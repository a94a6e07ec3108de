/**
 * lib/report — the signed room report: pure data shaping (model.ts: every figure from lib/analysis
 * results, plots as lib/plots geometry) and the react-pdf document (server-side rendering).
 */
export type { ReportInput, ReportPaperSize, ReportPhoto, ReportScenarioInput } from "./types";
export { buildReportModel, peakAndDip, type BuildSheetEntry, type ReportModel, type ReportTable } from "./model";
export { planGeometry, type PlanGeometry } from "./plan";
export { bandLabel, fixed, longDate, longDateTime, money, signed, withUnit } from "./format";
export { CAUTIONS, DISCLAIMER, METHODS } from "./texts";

* _The task_:
A faithful transcription of all the material is what this exercise calls for.

* _The answer_:
repository a94a6e07ec3108de
/**
 * lib/report — the signed room report: pure data shaping (model.ts: every figure from lib/analysis
 * results, plots as lib/plots geometry) and the react-pdf document (server-side rendering).
 */
export type { ReportInput, ReportPaperSize, ReportPhoto, ReportScenarioInput } from "./types";
export { buildReportModel, peakAndDip, type BuildSheetEntry, type ReportModel, type ReportTable } from "./model";
export { planGeometry, type PlanGeometry } from "./plan";
export { bandLabel, fixed, longDate, longDateTime, money, signed, withUnit } from "./format";
export { CAUTIONS, DISCLAIMER, METHODS } from "./texts";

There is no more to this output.